Open GitBash in the folder where you save your projects. This will save a copy of this template in your folder, where you can rename and start working.

# download the template
	git clone https://github.com/alexbhatt/template_rpipeline.git
# rename the folder
	mv template_rpipeline new_project_name
# go into the folder
	cd new_project_name
# rename the project file
	mv r_project.Rproj project_name.Rproj

On GitLab or GitHub, make a new repository, look for the + sign. This will give you a new home for the project work going forwards. Each new project, or purpose gets it own repository.

Okay, back in GitBash, enter the following using the Git HTTPS url. This will connect your code on your machine from this template to the new Git repository for your project.
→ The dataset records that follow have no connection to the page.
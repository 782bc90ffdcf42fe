import pg from 'pg';
import { afterAll, beforeAll, describe, expect, it } from 'vitest';
import { loggerToken } from '../../simulator/scenarios/tokens';
import { startIngest, stopIngest, ingest } from '../../src/server/ingest/service';
import type { SeededSite } from '../../seeds/plant/seeded';
import { testDatabase, type TestDatabase } from '../support/database';
import { SECRET, testFleet } from '../support/fleet';
import { frameOf, nowS, openSockets, TestLogger, until, type Sockets } from '../support/ingest';

let db: TestDatabase;
let sockets: Sockets;
let site: SeededSite;
let serial: string;
let logger: TestLogger;

beforeAll(async () => {
  db = await testDatabase();
  const fleet = await testFleet(db, ['Old Tannery Market Hall']);
  site = fleet.site('Old Tannery Market Hall');
  serial = [...site.loggers.keys()][0] ?? '';
  await startIngest();
  sockets = await openSockets();
  logger = await TestLogger.arrive(sockets, loggerToken(SECRET, serial), serial);
});
afterAll(async () => {
  await stopIngest();
  await sockets.close();
  await db.drop();
});

const minute = (at: number) =>
  logger.frames(
    logger.roster.strings.map((s) => ({ at, string: s.index, frame: frameOf(s.serials.length, 'both') })),
  );
const framesOf = async (from: number, to: number): Promise<number> => {
  const { rows } = await db.owner.query<{ n: number }>(
    'select count(*)::int as n from string_frame where at >= to_timestamp($1::int4) and at <= to_timestamp($2::int4)',
    [from, to],
  );
  return rows[0]!.n;
};
/** Ends what is at work for ingest in the database, as a crash of a backend would. */
const killBackends = () =>
  db.owner.query(
    `select pg_terminate_backend(pid) from pg_stat_activity
     where datname = current_database() and pid <> pg_backend_pid() and application_name is distinct from 'kept'`,
  );

describe('while connections to the database break', () => {
  it('every acknowledged frame is there, and every frame is acknowledged in the end', async () => {
    const t0 = nowS() - 7200;
    const seqs: number[] = [];
    let breaking = true;
    const breaker = (async () => {
      while (breaking) {
        await killBackends().catch(() => undefined); // our own connection may be among them
        await new Promise((resolve) => setTimeout(resolve, 150));
      }
    })();
    let checks = 0;
    for (let k = 0; k < 40; k++) {
      seqs.push(logger.report(minute(t0 + 60 * k)));
      await new Promise((resolve) => setTimeout(resolve, 25));
    }
    // whatever is acknowledged at any moment is durable at that moment
    for (let look = 0; look < 6; look++) {
      const acked = logger.inbox.all.flatMap((m) => (m.type === 'ack' ? [m.seq] : []));
      const newest = await db.owner
        .query<{ at: number; n: number }>(
          'select extract(epoch from at)::int4 as at, count(*)::int as n from string_frame group by at',
        )
        .catch(() => null);
      if (newest) {
        const there = new Map(newest.rows.map((r) => [r.at, r.n]));
        for (const seq of acked) expect(there.get(t0 + 60 * (seq - 1))).toBe(logger.roster.strings.length);
        checks++;
      }
      await new Promise((resolve) => setTimeout(resolve, 100));
    }
    expect(checks).toBeGreaterThan(0);
    breaking = false;
    await breaker;
    for (const seq of seqs) await logger.inbox.next('ack', (m) => m.seq === seq, 20_000);
    expect(await framesOf(t0, t0 + 2400)).toBe(40 * logger.roster.strings.length);
    expect(logger.inbox.all.some((m) => m.type === 'wait')).toBe(true);
    expect(logger.ws.readyState).toBe(logger.ws.OPEN);
  });
});

describe('while the database lets nobody in', () => {
  it('readings wait, nothing is acknowledged, loggers are told to wait, and it heals by itself', async () => {
    const t0 = nowS() - 3600;
    await letIn(false);
    await killBackends().catch(() => undefined);
    const seq = logger.report(minute(t0));
    await logger.inbox.next('wait', () => true, 10_000);
    await new Promise((resolve) => setTimeout(resolve, 700));
    expect(logger.inbox.all.some((m) => m.type === 'ack' && m.seq === seq)).toBe(false);
    expect(ingest()?.figures().waitingReadings).toBeGreaterThan(0);
    await letIn(true);
    await logger.inbox.next('ack', (m) => m.seq === seq, 20_000);
    expect(await framesOf(t0, t0)).toBe(logger.roster.strings.length);
    expect(ingest()?.figures().waitingReadings).toBe(0);
  });

  async function letIn(allowed: boolean): Promise<void> {
    const address = new URL(db.url);
    address.pathname = '/postgres';
    const client = new pg.Client(address.href);
    await client.connect();
    await client.query(`alter database ${db.name} with allow_connections ${allowed}`);
    await client.end();
  }
});

describe('more than the database can take at once', () => {
  it('pauses the sockets instead of growing, and loses nothing', async () => {
    const t0 = nowS() - 9 * 3600;
    const before = ingest()?.figures().pauses ?? 0;
    const lock = await db.owner.connect();
    await lock.query('begin; lock table string_frame in access exclusive mode');
    const minutes = 1000;
    for (let k = 0; k < minutes; k++) logger.report(minute(t0 + 30 * k));
    await until(async () => (ingest()?.figures().pauses ?? 0) > before, 'sockets are paused', 15_000);
    const waiting = ingest()?.figures().waitingReadings ?? 0;
    expect(ingest()?.figures().pauses).toBe(before + 1);
    // what one more message may add on top of the bound
    expect(waiting).toBeLessThan(120_000 + 64 * 1024);
    await lock.query('commit');
    lock.release();
    const last = logger.seq;
    await logger.inbox.next('ack', (m) => m.seq === last, 30_000);
    expect(await framesOf(t0, t0 + 30 * minutes)).toBeGreaterThanOrEqual(
      minutes * logger.roster.strings.length,
    );
    expect(ingest()?.figures().waitingReadings).toBe(0);
  });
});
	git remote set-url origin HTTPS_URL

.Rproj

Working in R (and RStudio) you have access to projects, you should always use them. These create directory with a .Rproj file within. Importantly, these allow us to make references to the directory within our code, instead of having to reference full file paths within our system, regardless of OS. Like Git, each new project or purpose gets its own .Rproj.
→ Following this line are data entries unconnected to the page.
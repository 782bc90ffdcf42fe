import { afterAll, beforeAll, describe, expect, it } from 'vitest';
import { hashPassword } from '../../src/server/auth/password';
import { actorOfCookie, endSession, signedInBy } from '../../src/server/auth/sessions';
import { signIn } from '../../src/server/services/sign-in';
import { testDatabase, type TestDatabase } from '../support/database';
import { failure } from '../support/refusal';

const PASSWORD = 'a long enough sentence';
let db: TestDatabase;

beforeAll(async () => {
  db = await testDatabase();
  const hash = await hashPassword(PASSWORD);
  await db.owner.query(`insert into organisation (name) values ('Lowfield Solar Works')`);
  await db.owner.query(
    `insert into person (organisation_id, email, name, role, password_hash, active) values
     (1, 'Analyst@lowfield.example', 'Odile Nkemelu', 'analyst', $1, true),
     (1, 'customer@lowfield.example', 'Ruth Abara', 'customer', $1, true),
     (1, 'gone@lowfield.example', 'Gone Person', 'analyst', $1, false)`,
    [hash],
  );
  await db.owner.query(
    `insert into site (organisation_id, name, latitude, longitude, time_zone) values (1, 'Kestrel Row School', 51, 0, 'Europe/London')`,
  );
  await db.owner.query(
    `insert into site_access select p.id, s.id from person p, site s where p.role = 'customer'`,
  );
});
afterAll(() => db.drop());

const attempt = (email: string, password = PASSWORD, address = '127.0.0.1', keep = false) =>
  signIn({ email, password, keep, address, agent: null }, new Date());
const cookieOf = (setCookie: string) => setCookie.split(';')[0] ?? '';

describe('signing in', () => {
  it('opens a session for the right password, whatever the case of the address', async () => {
    const { cookie, role } = await attempt('analyst@LOWFIELD.example');
    expect(role).toBe('analyst');
    expect(cookie).toMatch(/HttpOnly/i);
    expect(cookie).toMatch(/SameSite=Lax/i);
    const found = await signedInBy(cookieOf(cookie));
    expect(found).toMatchObject({
      actor: { role: 'analyst', sites: 'all' },
      viewer: { name: 'Odile Nkemelu', initials: 'ON', organisationName: 'Lowfield Solar Works' },
    });
  });

  it('keeps no session id that could be used from the table', async () => {
    const { cookie } = await attempt('analyst@lowfield.example');
    const id = cookieOf(cookie).split('=')[1];
    const { rows } = await db.owner.query('select id from session');
    expect(rows.length).toBeGreaterThan(0);
    expect(rows.map((r) => r.id)).not.toContain(id);
    const stolen = await signedInBy(`wakeline_session=${String(rows[0]?.id)}`);
    expect(stolen).not.toHaveProperty('actor');
  });

  it('reads nothing but its own cookies of what a browser sends', async () => {
    const { cookie } = await attempt('analyst@lowfield.example');
    for (const other of ['other=%ff', 'other=%', 'a;b;;=c', 'wakeline_kept=%ff', 'wakeline_kept=\u0000'])
      expect(await signedInBy(`${other}; ${cookieOf(cookie)}`)).toHaveProperty('actor');
  });

  it('"keep me signed in" gives a cookie that outlives the browser; without it none does', async () => {
    expect((await attempt('analyst@lowfield.example', PASSWORD, '127.0.0.1', true)).cookie).toMatch(
      /Max-Age=\d{7}/,
    );
    expect((await attempt('analyst@lowfield.example')).cookie).toMatch(/wakeline_session=/);
  });

  it('gives a customer the sites that were given', async () => {
    const { cookie } = await attempt('customer@lowfield.example');
    const found = await actorOfCookie(cookieOf(cookie));
    expect(found?.actor).toMatchObject({ role: 'customer', sites: [1] });
  });

  it('answers the same to a wrong password, an unknown address and a deactivated person', async () => {
    const wrong = await failure(attempt('analyst@lowfield.example', 'wrong'));
    const unknown = await failure(attempt('nobody@lowfield.example'));
    const gone = await failure(attempt('gone@lowfield.example'));
    for (const e of [wrong, unknown, gone]) {
      expect(e.kind).toBe('unauthenticated');
      expect(e.message).toBe(wrong.message);
    }
  });

  it('ends: the cookie is worth nothing afterwards', async () => {
    const cookie = cookieOf((await attempt('analyst@lowfield.example')).cookie);
    const found = await actorOfCookie(cookie);
    await endSession(found?.sessionId ?? null);
    expect(await actorOfCookie(cookie)).toBeNull();
  });

  it('ends at once for a person who is deactivated', async () => {
    const cookie = cookieOf((await attempt('analyst@lowfield.example')).cookie);
    await db.owner.query(`update person set active = false where name = 'Odile Nkemelu'`);
    expect(await actorOfCookie(cookie)).toBeNull();
    await db.owner.query(`update person set active = true where name = 'Odile Nkemelu'`);
  });

  it('makes an account wait after ten wrong passwords, an unknown one alike, and says how long', async () => {
    for (const email of ['customer@lowfield.example', 'nobody-at-all@lowfield.example']) {
      for (let i = 0; i < 10; i++) await failure(attempt(email, 'wrong', '10.0.0.1'));
      const blocked = await failure(attempt(email, PASSWORD, '10.0.0.1'));
      expect(blocked.kind).toBe('too_many');
      expect(blocked.message).toMatch(/Wait \d+ (minutes|seconds)/);
      expect(blocked.detail.retryAfterS).toBeGreaterThan(0);
    }
  });

  it('makes an address wait after fifty tries, over any accounts', async () => {
    for (let i = 0; i < 50; i++) await failure(attempt(`nobody${i}@lowfield.example`, 'wrong', '10.0.0.2'));
    expect((await failure(attempt('analyst@lowfield.example', PASSWORD, '10.0.0.2'))).kind).toBe('too_many');
    await attempt('analyst@lowfield.example', PASSWORD, '10.0.0.3');
  });
});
Renv is a package control system within R. It is already installed and ready to go in this template. This means that each .Rproj has its own copy of each of the packages used. Why you ask?

  • So that you dont run into issues down the road where you try to run your code, but package X has been updated, and broken your pipeline.
  • So that you can share your analysis with others, and the packages they have installed will be exactly the same as what you have installed, always.

This template has already had renv::init() run which starts the process. To install a new package use the following in R:

# if its a CRAN package
	renv::install("packagename")
# if its a GitHub package
	renv::install("alexbhatt/epidm")
# if its a GitLab package
	options(renv.config.gitlab.host = "http://my-gitlab-server")
	renv::install("gitlab::USER/pkgRepo")

# once you have installed all your packages
	renv::snapshot()

renv::snapshot() saves a file in the directory renv.lock which is used by renv::restore() to download and install all the relevant packages within the project.

You like DAGS? Well targets seems to be the R package for managing directed aycylic graphs (DAGS) for analytic pipelines. It is already installed and ready to go in this template. This means you can setup a workflow, using a series of package-defined and user-defined functions as a RAP. Just define a list in the _targets.R file and let targets do the rest to help you execute, debug and run your pipeline. I'll add to this later once I have a better understanding.

Docker

We've got package management through renv and pipeline management through targets. Docker gives us environment management. This includes version control of R itself. We use docker so that we can create a container (like a virtual machine) which has all the dependencies for the pipeline independent of your local machine. This also allows us to export our analysis to a cloud or high-performance computer cluster. The container is created by following the instructions within the Dockerfile. Of note is that these are built in Linux, so you may need to adapt your code slightly to run within this environment.